[Start of Attachment]

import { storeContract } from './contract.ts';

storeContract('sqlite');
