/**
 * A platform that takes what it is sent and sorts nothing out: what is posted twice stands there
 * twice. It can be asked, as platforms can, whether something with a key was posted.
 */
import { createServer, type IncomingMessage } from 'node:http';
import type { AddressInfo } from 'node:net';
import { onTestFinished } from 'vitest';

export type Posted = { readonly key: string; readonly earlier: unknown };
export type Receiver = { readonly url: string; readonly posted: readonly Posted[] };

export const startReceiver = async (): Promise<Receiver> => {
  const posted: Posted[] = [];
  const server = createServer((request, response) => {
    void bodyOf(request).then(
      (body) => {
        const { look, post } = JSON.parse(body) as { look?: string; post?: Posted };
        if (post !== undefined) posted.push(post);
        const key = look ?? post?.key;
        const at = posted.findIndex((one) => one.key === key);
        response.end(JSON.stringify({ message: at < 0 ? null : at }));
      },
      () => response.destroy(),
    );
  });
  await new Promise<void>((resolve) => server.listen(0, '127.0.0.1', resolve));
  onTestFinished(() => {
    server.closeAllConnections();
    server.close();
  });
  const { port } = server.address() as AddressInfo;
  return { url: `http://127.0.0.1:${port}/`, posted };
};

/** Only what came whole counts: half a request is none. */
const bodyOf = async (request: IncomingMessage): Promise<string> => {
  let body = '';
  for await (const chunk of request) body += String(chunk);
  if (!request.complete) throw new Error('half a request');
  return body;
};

[End of Attachment]
[Start of Attachment]

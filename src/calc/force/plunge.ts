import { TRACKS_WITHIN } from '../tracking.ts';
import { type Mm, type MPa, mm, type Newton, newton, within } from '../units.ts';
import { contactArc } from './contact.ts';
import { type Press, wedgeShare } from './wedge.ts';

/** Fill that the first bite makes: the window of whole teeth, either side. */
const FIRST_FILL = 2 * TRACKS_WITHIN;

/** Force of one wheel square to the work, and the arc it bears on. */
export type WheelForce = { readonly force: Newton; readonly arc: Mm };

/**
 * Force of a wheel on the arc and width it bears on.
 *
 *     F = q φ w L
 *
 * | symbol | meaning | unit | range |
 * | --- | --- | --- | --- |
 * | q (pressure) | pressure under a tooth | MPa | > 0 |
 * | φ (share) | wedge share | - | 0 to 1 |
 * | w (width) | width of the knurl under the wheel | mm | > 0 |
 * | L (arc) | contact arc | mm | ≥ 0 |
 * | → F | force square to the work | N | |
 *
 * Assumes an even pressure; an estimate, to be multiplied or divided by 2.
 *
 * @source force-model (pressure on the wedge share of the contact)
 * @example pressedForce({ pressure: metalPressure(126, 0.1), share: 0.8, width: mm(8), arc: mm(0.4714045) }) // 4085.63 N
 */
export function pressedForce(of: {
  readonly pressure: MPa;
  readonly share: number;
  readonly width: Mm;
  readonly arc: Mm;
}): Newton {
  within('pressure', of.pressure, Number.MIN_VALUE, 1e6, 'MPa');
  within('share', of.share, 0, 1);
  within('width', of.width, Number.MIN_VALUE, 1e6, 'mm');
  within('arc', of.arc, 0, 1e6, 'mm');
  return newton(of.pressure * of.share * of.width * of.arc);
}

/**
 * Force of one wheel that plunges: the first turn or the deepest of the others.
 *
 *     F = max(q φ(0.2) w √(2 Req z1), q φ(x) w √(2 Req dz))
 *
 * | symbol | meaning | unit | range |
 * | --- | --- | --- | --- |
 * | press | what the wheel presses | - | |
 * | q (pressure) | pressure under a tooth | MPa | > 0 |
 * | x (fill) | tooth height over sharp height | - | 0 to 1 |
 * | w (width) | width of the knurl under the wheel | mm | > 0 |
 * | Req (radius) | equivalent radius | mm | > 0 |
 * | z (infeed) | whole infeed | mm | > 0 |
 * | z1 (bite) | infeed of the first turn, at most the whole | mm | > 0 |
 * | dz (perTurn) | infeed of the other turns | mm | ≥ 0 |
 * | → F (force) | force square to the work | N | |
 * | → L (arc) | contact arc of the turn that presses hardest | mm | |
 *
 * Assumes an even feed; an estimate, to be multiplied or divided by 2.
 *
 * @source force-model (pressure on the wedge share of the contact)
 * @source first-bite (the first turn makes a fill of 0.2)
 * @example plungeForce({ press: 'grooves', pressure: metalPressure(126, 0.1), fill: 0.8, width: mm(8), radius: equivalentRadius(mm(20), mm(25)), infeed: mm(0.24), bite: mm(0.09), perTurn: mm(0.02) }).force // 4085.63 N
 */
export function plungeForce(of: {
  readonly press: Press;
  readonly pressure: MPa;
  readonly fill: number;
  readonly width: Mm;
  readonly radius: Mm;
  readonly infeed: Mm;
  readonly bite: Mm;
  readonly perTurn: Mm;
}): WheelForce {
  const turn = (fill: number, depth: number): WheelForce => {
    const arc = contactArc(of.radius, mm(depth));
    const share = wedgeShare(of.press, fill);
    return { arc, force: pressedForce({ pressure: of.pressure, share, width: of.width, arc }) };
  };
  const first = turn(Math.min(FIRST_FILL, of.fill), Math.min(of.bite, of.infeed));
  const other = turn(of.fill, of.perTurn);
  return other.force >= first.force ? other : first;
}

[End of Attachment]

§ Requirement
Among the lines of the material, find those that hold the word "request" and copy them.

§ Answer to the problem
  const server = createServer((request, response) => {
    void bodyOf(request).then(
/** Only what came whole counts: half a request is none. */
const bodyOf = async (request: IncomingMessage): Promise<string> => {
  for await (const chunk of request) body += String(chunk);
  if (!request.complete) throw new Error('half a request');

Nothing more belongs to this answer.